My sister took her labradoodle to petsmart to be groomed once, she told them just a small trim for the matted areas and when she picked him up he litterally looked like a poodle, tuft on head and ears and all, it was criminal! LOL. Probably best if you keep up on the grooming yourself in the future now that you have a fresh start


----------



## Liesje (Mar 4, 2007)

Yes, it will grow back.

I do not have a coated GSD, but I have a coated mix similar to a GSD. We adopted him when he was 1.5 yrs and he came with the "lion cut" (back end, legs, and tail SHAVED) because his previous owners neglected grooming. He looked ridiculous for so long, but it all grew back.

I have developed my own ways of grooming him because the groomers just want to shave him or cut it all off.

Ears - I trim along the edges to "shape" the ear (note: my dog has floppy ears). Then I use the thinning shears to shorten the hair on and around the ears. I brush REALLY well behind the ears (gets matted there) and sometimes just trim that hair really short. There is so much you cannot tell if I cut a lot out right behind the ears.

Breast - If left alone, he gets a lion's mane, lol! I just use thinning shears until I like the length. He gets a tad bit of a "skirt" towards the lower part of his chest/breast so I may trim that off with a regular scissor and then use thinning shears to blend.

Front legs - He gets LONG feathering on his legs. I like a little bit of it (don't want it shaved right to his leg), so I trim it with a scissor and then use thinning shears to blend/thin out.

Privates (underside) - If I had a shaver, this is the part I would shave. But I don't, so to keep him cool and avoid mats, I roll him on his back and basically hack off all hair from his penis on back. Luckily he is neutered, so I don't have to worry about bumping/cutting anything else! The hair back here is so long, it gets matted and he hates being brushed here. It's easier and cooler to chop it off, and you cannot see it.

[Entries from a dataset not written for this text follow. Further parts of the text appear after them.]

/** Work that must not overlap takes turns, in the order it was asked for; a failure ends only its own turn. */
export class Turns {
  #last: Promise<unknown> = Promise.resolve();

  /** The result of `work`, which begins when all work asked for before has ended. */
  take<T>(work: () => Promise<T>): Promise<T> {
    const turn = this.#last.then(work, work);
    this.#last = turn.catch(() => undefined);
    return turn;
  }
}
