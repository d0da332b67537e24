import { dirname } from "node:path";
import { readOrTell, writeFault } from "#main/node/disk-fault.ts";
import type { FilePort } from "#main/node/file-port.ts";
import { unreadable } from "#shared/errors.ts";

/** Ending of files that are being written; leftovers of a killed process carry it and may be removed. */
export const UNFINISHED = ".unfinished";

/**
 * Writes a file whole: temporary name in the same folder, synced, renamed, folder synced. A reader, also after a power cut,
 * sees the old file or the new one.
 * @param secret only the person who runs the program may read it.
 * @throws disk-full, write-failed
 */
export async function writeWhole(files: FilePort, path: string, bytes: Uint8Array, secret = false): Promise<void> {
  const temporary = `${path}${UNFINISHED}`;
  try {
    files.reach("whole-file:before-write");
    await files.remove(temporary);
    await files.create(temporary, bytes, secret);
    files.reach("whole-file:after-write");
    await files.syncFile(temporary);
    files.reach("whole-file:after-sync");
    await files.rename(temporary, path);
    files.reach("whole-file:after-rename");
    await files.syncFolder(dirname(path));
    files.reach("whole-file:after-folder-sync");
  } catch (error) {
    const fault = await writeFault(files, path, error, bytes.length);
    await files.remove(temporary).catch(() => undefined);
    throw fault;
  }
}

/** Writes a value as indented JSON, whole. */
export function writeJson(files: FilePort, path: string, value: unknown): Promise<void> {
  return writeWhole(files, path, new TextEncoder().encode(`${JSON.stringify(value, null, 2)}\n`));
}

/** The JSON value in a file; undefined when there is no such file. @throws unreadable-input */
export async function readJsonFile(files: FilePort, path: string, name: string): Promise<unknown> {
  const bytes = await readOrTell(files, path, name);
  if (!bytes) return undefined;
  try {
    return JSON.parse(new TextDecoder("utf-8", { fatal: true }).decode(bytes));
  } catch {
    throw unreadable(name, "JSON in UTF-8", `${bytes.length} bytes that are not`, undefined, "Put the file back from a copy.");
  }
}
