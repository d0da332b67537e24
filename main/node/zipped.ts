import { zipSync } from "fflate";

/** A zip of files; the same files give the same bytes (entries carry the format's first date, not today's). */
export function zipped(files: readonly { readonly name: string; readonly bytes: Uint8Array }[]): Uint8Array {
  const entries = Object.fromEntries(files.map(({ name, bytes }) => [name, bytes]));
  return zipSync(entries, { mtime: "1980-01-02T00:00:00" });
}
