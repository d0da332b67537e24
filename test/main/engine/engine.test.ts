import { existsSync, truncateSync } from "node:fs";
import { join } from "node:path";
import { pathToFileURL } from "node:url";
import { afterAll, afterEach, beforeAll, describe, expect, test } from "vitest";
import { createEngine, type EngineOptions, type LocalEngine } from "#main/engine/engine.ts";
import type { Lane, SectionRequest, SolveRequest, Ticket } from "#shared/api/engine.ts";
import { type ErrorTag, isTautlineError, TautlineError } from "#shared/errors.ts";
import { type PointMm, pointMm } from "#shared/geometry/types.ts";
import { bricksOf } from "#shared/volume/bricks.ts";
import { plainGrid } from "#shared/volume/grid.ts";
import { memoryPyramid } from "#shared/volume/memory-pyramid.ts";
import { scanHistogram } from "#shared/volume/scan-histogram.ts";
import { section } from "#shared/volume/section.ts";
import { film, strip } from "#shared/volume/strip.ts";
import { surfacePoints } from "#shared/volume/surface-points.ts";
import { valueAt } from "#shared/volume/value-at.ts";
import { scratchFolder, seeded, type TestSpecimen, writeSpecimen, writeVastSpecimen } from "#test/main/engine/write-store.ts";

// Threads run the built worker (`npm run build`): Node 20 does not load TypeScript in a worker.
const dist = process.env.TAUTLINE_DIST
  ? pathToFileURL(`${process.env.TAUTLINE_DIST}/`)
  : new URL("../../../dist/", import.meta.url);
const workerUrl = new URL("main/engine-worker.mjs", dist);

const SIZE = [160, 140, 120] as const;
const SPACING = 0.04;
const MIB = 2 ** 20;

/** A string that winds along x, 0.36 mm thick, bright on noise. */
function windingString(x: number): PointMm {
  return pointMm(x * SPACING, (70 + 25 * Math.sin(x / 30)) * SPACING, (60 + 20 * Math.cos(x / 40)) * SPACING);
}

function scan(): Uint16Array {
  const [nx, ny, nz] = SIZE;
  const random = seeded(3);
  const voxels = new Uint16Array(nx * ny * nz);
  for (let n = 0; n < voxels.length; n++) voxels[n] = 1000 + 200 * random();
  for (let x = 0; x < nx; x++) {
    const [, cy, cz] = windingString(x).map((value) => value / SPACING) as [number, number, number];
    for (let z = Math.floor(cz - 5); z <= cz + 5; z++)
      for (let y = Math.floor(cy - 5); y <= cy + 5; y++)
        if (Math.hypot(y - cy, z - cz) < 4.5) voxels[(z * ny + y) * nx + x] = 3000;
  }
  return voxels;
}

"Pants" - the fluff on the butt and the rear legs I call the "Pants". I kind of like the pants, but not when they are out of control! I generally cut off a lot of pants on the inside (around the privates and inner thigh). Then lightly trim the remaining pants and use thinning shears to trim without a "hacked" look.

Tail - Like the pants, I like a fuller tail. I trim it a bit to remove split ends and use the thinning shears to blend the trimming and that's it.

Oh, also, I do somewhat of a "sanitary cut" where I cut the hair around the anus and the underside of the tail near the base VERY short, then just sort of blend the length with thinning shears so it tapers off.

I actually like doing the grooming, it's kind of fun and I can make him look how I want. All I have are a regular hair scissor, thinning shears, rake brush, and pin brush.

Coke when we got him:









Coke fully grown out, yikes!


















Coke trimmed (currently trimmed down even a little shorter for the summer, but no pics):


----------



## weber1b (Nov 30, 2008)

Just like it would after an operation where you had to shave the hair, it should all grow back. Can't imagine you let them cut his hair again.


----------



## Fafhrd (Dec 3, 2008)

Thanks for your replies and advice. I'd never thought of using thinning shears. I'll buy a pair.

Since there are so many useful forums here, I'm surprised there isn't a grooming forum. I certainly can use some good grooming advice. My previous GSD, Tuco, didn't need much more than ordinary brushing with a rake or brush, but Karloff seems to require someone with a PH.D. in grooming.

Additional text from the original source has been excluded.